Eu acho que em qualquer campo da vida profissional, a pessoa precisa ter identidade para ser diferenciada. No futebol alguns jogadores podem não ser os melhores, mas são diferenciados, acho que na música é igual. Não existe melhor ou pior no meu entendimento, e sim o que funciona ou não funciona para uma banda, etc. A maioria dos guitarristas que eu gosto não são considerados guitar heroes, mas em minha opinião são muito mais importantes do que os que são considerados. Acho que até os guitar heroes consagrados criaram um estilo que não existia, e por isso tem esse destaque também, e muitos que vieram na cola ficaram escondidos. Despontar é uma coisa relativa e que não tem regra, porém se serve um conselho, que isso seja uma decorrência do seu trabalho e não uma obsessão.

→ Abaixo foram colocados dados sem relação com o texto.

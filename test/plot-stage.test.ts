import { describe, expect, it } from "vitest";
import { analyzeStage, synthesizeFourResistor, amperesPerVoltSquared, volts, meters, perVolt, amperes, ohms, type DeviceCard } from "../lib/index.js";
import { stageLoad, stagePlots, type PlotSpec, type Trace } from "../lib/plot/index.js";
import { designShape } from "./support/design-shape.js";

// Invented cards for the tests (not real parts).
const n: DeviceCard = { name: "inv-n", polarity: "nmos", kp: amperesPerVoltSquared(0.1), vt0: volts(1.8), lambda: perVolt(0.01) };
const nChip: DeviceCard = { name: "inv-n-chip", polarity: "nmos", kp: amperesPerVoltSquared(250e-6), vt0: volts(0.45), lambda: perVolt(0.08) };
const pChip: DeviceCard = { name: "inv-p-chip", polarity: "pmos", kp: amperesPerVoltSquared(80e-6), vt0: volts(-0.5), lambda: perVolt(0.1) };
const one = meters(1e-6);

const role = (s: PlotSpec, r: string): Trace[] => s.figure.data.filter((t) => t.meta?.role === r);
/** The operating-point marker's meta; meta is open-ended, so its numbers are checked before use. */
function opOf(s: PlotSpec): { vds: number; id: number } {
  const meta = role(s, "operating-point")[0]?.meta;
  expect(typeof meta?.vds).toBe("number");
  expect(typeof meta?.id).toBe("number");
  return { vds: meta!.vds as number, id: meta!.id as number };
}

/** Linear interpolation of a trace (in SI) at x. */
function at(s: PlotSpec, t: Trace, x: number): number {
  const xs = t.x.map((v) => v * s.axes.x.divisor);
  const ys = t.y.map((v) => v * s.axes.y.divisor);
  const i = xs.findIndex((v) => v >= x);
  if (i <= 0) return ys[0]!;
  return ys[i - 1]! + ((ys[i]! - ys[i - 1]!) * (x - xs[i - 1]!)) / (xs[i]! - xs[i - 1]!);
}

describe("stage plots", () => {
  it("draws the four-resistor load line VDS = VDD − ID·(RD + RS) through the solved operating point (KVL round the drain–source loop)", () => {
    const r = synthesizeFourResistor(designShape({ topology: "four-resistor", card: n, supplies: { vdd: volts(5) }, id: amperes(1e-3), sizing: { w: one, l: one }, drain: { vd: volts(3) }, source: { vrs: volts(1) }, gate: { current: amperes(50e-6) } }));
    const load = stageLoad(r.stage);
    expect(load.loadLine).toEqual({ openCircuit: 5, resistance: r.stage.components.rd + r.stage.components.rs });
    const p = stagePlots(r.stage, r.analysis);
    const op = opOf(p.output);
    expect(Math.abs(at(p.output, role(p.output, "load-line")[0]!, op.vds) - op.id) / op.id).toBeLessThan(1e-4);
    // ... and on its own curve of the family.
    const own = role(p.output, "curve").find((t) => t.name.endsWith("(bias)"))!;
    expect(Math.abs(at(p.output, own, op.vds) - op.id) / op.id).toBeLessThan(1e-3);
    expect(p.transfer.kind).toBe("transfer-characteristic");
    expect(p.transconductance.kind).toBe("transconductance");
  });

  it("uses the diode-connected load's curve, which crosses the driver's curve at the solved output (equal currents)", () => {
    const stage = {
      topology: "diode-load",
      device: { card: nChip, w: meters(8.9e-6), l: meters(0.5e-6) },
      devices: { load: { card: pChip, w: meters(3.1e-6), l: meters(0.5e-6) } },
      components: { vg: volts(0.595) },
      supplies: { vdd: volts(1.8) },
    };
    const a = analyzeStage(stage);
    const p = stagePlots(stage, a);
    const op = opOf(p.output);
    const curve = role(p.output, "load-curve")[0]!;
    expect(Math.abs(at(p.output, curve, op.vds) - op.id) / op.id).toBeLessThan(5e-3);
  });

  it("draws the mirror's load resistor line and a horizontal line for an ideal current source", () => {
    const mirror = stageLoad({ topology: "current-mirror", device: { card: nChip, w: one, l: one }, components: { rref: ohms(56e3), rload: ohms(10e3) }, supplies: { vdd: volts(1.8) } });
    expect(mirror.loadLine).toMatchObject({ openCircuit: 1.8, resistance: 10e3 });
    const held = stageLoad({ topology: "current-mirror", device: { card: nChip, w: one, l: one }, components: { rref: ohms(56e3), vout: volts(0.9) }, supplies: { vdd: volts(1.8), vss: volts(-1) } });
    expect(held.loadCurve!.vds).toEqual([1.9, 1.9]);
    const src = stageLoad({ topology: "current-source-bias", device: { card: nChip, w: one, l: one }, components: { vg: volts(1), iss: amperes(40e-6), rd: ohms(10e3) }, supplies: { vdd: volts(1.8) } });
    expect(src.loadCurve!.id).toEqual([40e-6, 40e-6]);
  });
});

Como você vê hoje a cena metal no Brasil? Você acha que existe uma união?

Temos bandas boas como Threat, motorguts, King Of Bones, VoodooPrest, entre muitas outras. Não existe união nenhuma entre bandas, só que para mim este papo já deu, pois todo mundo que prega isso não ajuda ninguém, tenha certeza disso. Poucas pessoas no meio estão dispostas mesmo a ajudar alguém. Poucas bandas estão realmente interessadas em ajudar outras, pois é um meio cheio de egos, e que a maioria só olha para o próprio umbigo ou ajuda pensando em algo em troca, infelizmente é assim. Às vezes muita gente bota a culpa nisso para não ter um movimento forte de heavy metal no Brasil, porém eu discordo que seja este o motivo, pois estamos em um país em que a cultura é tratada como coisa secundaria. Também não acho que seja este o fato de não termos tantas bandas reconhecidas internacionalmente, e sim uma reunião de muitos fatores que estão longe de ser resolvidos. O grunge explodiu varias bandas, porque era uma carência não só musical, mas de estilo de vida no fim dos anos 80, nos USA. O britpop que tinha duas bandas que se odiavam assumidamente também explodiu por uma falta de identidade que a música inglesa estava passando, ou seja, não é só com união, que se tem um movimento forte que explode desta maneira. Infelizmente o Brasil não é um país onde o rock e uma cultura de massa, e dificilmente exportaremos muitas bandas do estilo simultaneamente.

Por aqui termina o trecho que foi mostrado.